The required lines are those that contain "join"; pull them out of the data and copy them.

Records provided START

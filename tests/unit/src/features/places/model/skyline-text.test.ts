import fc from 'fast-check';
import { describe, expect, it } from 'vitest';
import { skyline } from '#shared/contracts/places.js';
import {
  readSkylineText,
  withoutFullTurn,
  writeSkylineText,
} from '#src/features/places/model/skyline-text.js';

const points = (text: string) => {
  const reading = readSkylineText(text);
  if (!reading.ok) throw new Error(JSON.stringify(reading.problems));
  return reading.points.map((point) => [point.azimuthDeg, point.altitudeDeg]);
};
const problems = (text: string) => {
  const reading = readSkylineText(text);
  return reading.ok ? [] : reading.problems;
};

describe('a skyline table', () => {
  it.each([
    ['comma', '60, 3\n110,3.5'],
    ['semicolon with decimal commas', '60;3\n110;3,5'],
    ['tab', '60\t3\n110\t3.5'],
    ['colon', '60 : 3\n110 : 3.5'],
    ['blanks', '60 3\n110 3.5'],
    ['blanks with decimal commas', '60,0 3,0\n110,0 3,5'],
    ['degree signs', '60° 3°\n110°, 3.5°'],
    ['quoted cells', '"60","3"\n"110","3.5"'],
    ['a heading, empty lines and remarks', '\ufeffazimuth,altitude\r\n\r\n# east\r\n60,3\r\n110,3.5\r\n'],
    ['an empty last cell of a spreadsheet', '60;3;\n110;3.5;'],
  ])('is read with %s', (_, text) => {
    expect(points(text)).toEqual([
      [60, 3],
      [110, 3.5],
    ]);
  });

  it('comes out in order of direction', () => {
    expect(points('200,1\n10,-2\n90,4')).toEqual([
      [10, -2],
      [90, 4],
      [200, 1],
    ]);
  });

  it('takes 0 and 360 as one point where they agree', () => {
    expect(points('0,1\n90,2\n360,1')).toEqual([
      [0, 1],
      [90, 2],
    ]);
    expect(points('90,2\n360,1')).toEqual([
      [0, 1],
      [90, 2],
    ]);
  });

  it('may be empty: a level skyline', () => {
    expect(points(' \n')).toEqual([]);
  });

  it('names every wrong line with its number and what was typed', () => {
    const text = [
      'direction, height',
      '60, 3',
      '90, thirty',
      'north, 2',
      '400, 2',
      '120, 61',
      '130, -5.5',
      '140',
      '150, 1, 2',
      '60, 4',
    ].join('\n');
    expect(problems(text)).toEqual([
      { line: 3, code: 'no-height', piece: 'thirty', other: null },
      { line: 4, code: 'no-direction', piece: 'north', other: null },
      { line: 5, code: 'direction-range', piece: '400', other: null },
      { line: 6, code: 'height-range', piece: '61', other: null },
      { line: 7, code: 'height-range', piece: '-5.5', other: null },
      { line: 8, code: 'two-numbers', piece: '140', other: null },
      { line: 9, code: 'two-numbers', piece: '150, 1, 2', other: null },
      { line: 10, code: 'duplicate', piece: '60', other: 2 },
    ]);
  });

  it('asks that 360 equals 0, whichever comes first', () => {
    expect(problems('0,1\n90,2\n360,2')).toEqual([
      { line: 3, code: 'full-turn-differs', piece: '2', other: 1 },
    ]);
    expect(problems('360,2\n90,2\n0,1')).toEqual([
      { line: 3, code: 'full-turn-differs', piece: '1', other: 1 },
    ]);
  });

  it('holds at most 361 points', () => {
    const lines = Array.from({ length: 362 }, (_, index) => `${index * 0.5}, 1`);
    expect(problems(lines.join('\n'))).toEqual([{ line: 362, code: 'too-many', piece: '362', other: null }]);
  });

  it('that is read without a problem is one that the server takes', () => {
    const cell = fc.oneof(
      fc.integer({ min: -20, max: 420 }).map(String),
      fc.double({ min: -10, max: 400, noNaN: true }).map((value) => value.toFixed(1)),
      fc.constantFrom('', 'x', '1,5', '−3', '12°'),
    );
    const line = fc
      .tuple(cell, fc.constantFrom(', ', ';', '\t', ' ', ' : '), cell)
      .map((parts) => parts.join(''));
    fc.assert(
      fc.property(fc.array(line, { maxLength: 12 }), (lines) => {
        const reading = readSkylineText(lines.join('\n'));
        if (reading.ok) expect(skyline.safeParse(reading.points).success).toBe(true);
        else expect(reading.problems.length).toBeGreaterThan(0);
      }),
      { seed: 11, numRuns: 400 },
    );
  });

  it('written as text reads back as the same points', () => {
    const table = [
      { azimuthDeg: 0, altitudeDeg: 1.5 },
      { azimuthDeg: 110.25, altitudeDeg: -3 },
    ];
    const reading = readSkylineText(writeSkylineText(table));
    expect(reading).toEqual({ ok: true, points: table });
  });
});

describe('a saved skyline', () => {
  it('loses the 360 that repeats 0, and keeps a lone 360 as 0', () => {
    expect(
      withoutFullTurn([
        { azimuthDeg: 0, altitudeDeg: 1 },
        { azimuthDeg: 360, altitudeDeg: 1 },
      ]),
    ).toEqual([{ azimuthDeg: 0, altitudeDeg: 1 }]);
    expect(withoutFullTurn([{ azimuthDeg: 360, altitudeDeg: 1 }])).toEqual([
      { azimuthDeg: 0, altitudeDeg: 1 },
    ]);
  });
});
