import type { EntryInput } from '#shared/contracts/calendars.js';
import { CONSENT_USES, type ConsentContent, type ConsentUse } from '#shared/contracts/consents.js';
import { PLAIN_DETAILS, type SharingDetails, type TellingSeason } from '#shared/contracts/sharing.js';
import { addDays, civilDateFromIso, daysBetween } from '#shared/kernel/iso-date.js';
import type { Combination, ConsentGiven, Season } from '../../docker-free-scripts/lib/visibility-rules.js';
import { TEST_NOW, type Client } from './api.js';
import { addConsent, consentsPath } from './consent-api.js';

/** The test's day lies inside the one and outside the other. */
export const TELLING_SEASONS: Readonly<Record<Season, TellingSeason | null>> = {
  none: null,
  inside: { from: { month: 11, day: 20 }, to: { month: 12, day: 10 } },
  outside: { from: { month: 8, day: 1 }, to: { month: 8, day: 31 } },
};

/** Whom narrow things name: their group and who comes after the giver. */
export interface Circle {
  giver: Client;
  successor: Client;
  groupId: string;
}

export function sharingOf({ level, season }: Combination, circle: Circle): SharingDetails {
  return {
    ...PLAIN_DETAILS,
    groupId: level === 'group' ? circle.groupId : null,
    successorId: circle.successor.personId,
    tellingSeason: TELLING_SEASONS[season],
  };
}

/** An entry of a combination; its word stands in everything that can be written, and its window is open today. */
export function levelledEntry(
  word: string,
  combination: Combination,
  circle: Circle,
  index: number,
): Partial<EntryInput> {
  return {
    ...{ titleOfficer: `Do ${word}`, titleVillage: word, notes: word, caution: word, otherSigns: word },
    // One word with what follows, so that a search finds it and a page for everybody takes the rest for no one's name.
    ...{ ifLate: word, giver: `${word}giver`, giverId: circle.giver.personId },
    ...openToday(index),
    sharingLevel: combination.level,
    sharing: sharingOf(combination, circle),
  };
}

const FIRST_LEAD_AFTER_DAYS = 40;
const LEADS_OVER_DAYS = 315;
const STEP_DAYS = 11;

/** Led by days all over the year, so that no page of a board is too full. */
function openToday(index: number): Pick<EntryInput, 'lead' | 'offsets'> {
  const today = TEST_NOW.toISOString().slice(0, 10);
  const lead = addDays(today, FIRST_LEAD_AFTER_DAYS + ((index * STEP_DAYS) % LEADS_OVER_DAYS));
  const { month, day } = civilDateFromIso(lead);
  return {
    lead: { type: 'fixed-date', date: { month, day }, source: 'As it was always done' },
    offsets: { earliestDays: -daysBetween(today, lead), bestFromDays: 0, bestToDays: 1, lastAdvisedDays: 2 },
  };
}

const USES: Readonly<Partial<Record<ConsentGiven, readonly ConsentUse[]>>> = {
  yes: CONSENT_USES,
  'only to be shown': ['keep', 'show'],
  'only to be kept': ['keep'],
  'no answer yet': [],
  refused: [],
  lapsed: CONSENT_USES,
  'taken back': CONSENT_USES,
};

const SAID: Readonly<Partial<Record<ConsentGiven, Partial<ConsentContent>>>> = {
  'no answer yet': { answer: 'asked', proof: null, naming: null },
  refused: { answer: 'refused', naming: null },
  lapsed: { askedOn: '2026-06-01', until: '2026-11-30' },
};

/** Brings a thing from "nobody asked" to what the combination says; answers with the consent's id, if there is one. */
export async function settleConsent(
  giver: Client,
  itemType: 'entry' | 'figure',
  itemId: string,
  { consent }: Combination,
  words: Partial<ConsentContent> = {},
): Promise<string | null> {
  if (consent === 'paused') {
    const path = `/api/communities/${giver.communityId}/items/${itemType}/${itemId}/pause`;
    await giver.post(path, { askedById: null }).expect(204);
  }
  const uses = USES[consent];
  if (uses === undefined) return null;
  const given = { ...words, ...SAID[consent], giverId: giver.personId, uses: [...uses] };
  const { id, version } = await addConsent(giver, itemType, itemId, given);
  if (consent === 'taken back') {
    await giver.post(consentsPath(giver, id, '/withdrawal'), { version }).expect(200);
  }
  return id;
}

Records provided END

> **Exercise output**:
    ].join('\n');
    expect(problems(lines.join('\n'))).toEqual([{ line: 362, code: 'too-many', piece: '362', other: null }]);
      .map((parts) => parts.join(''));
        const reading = readSkylineText(lines.join('\n'));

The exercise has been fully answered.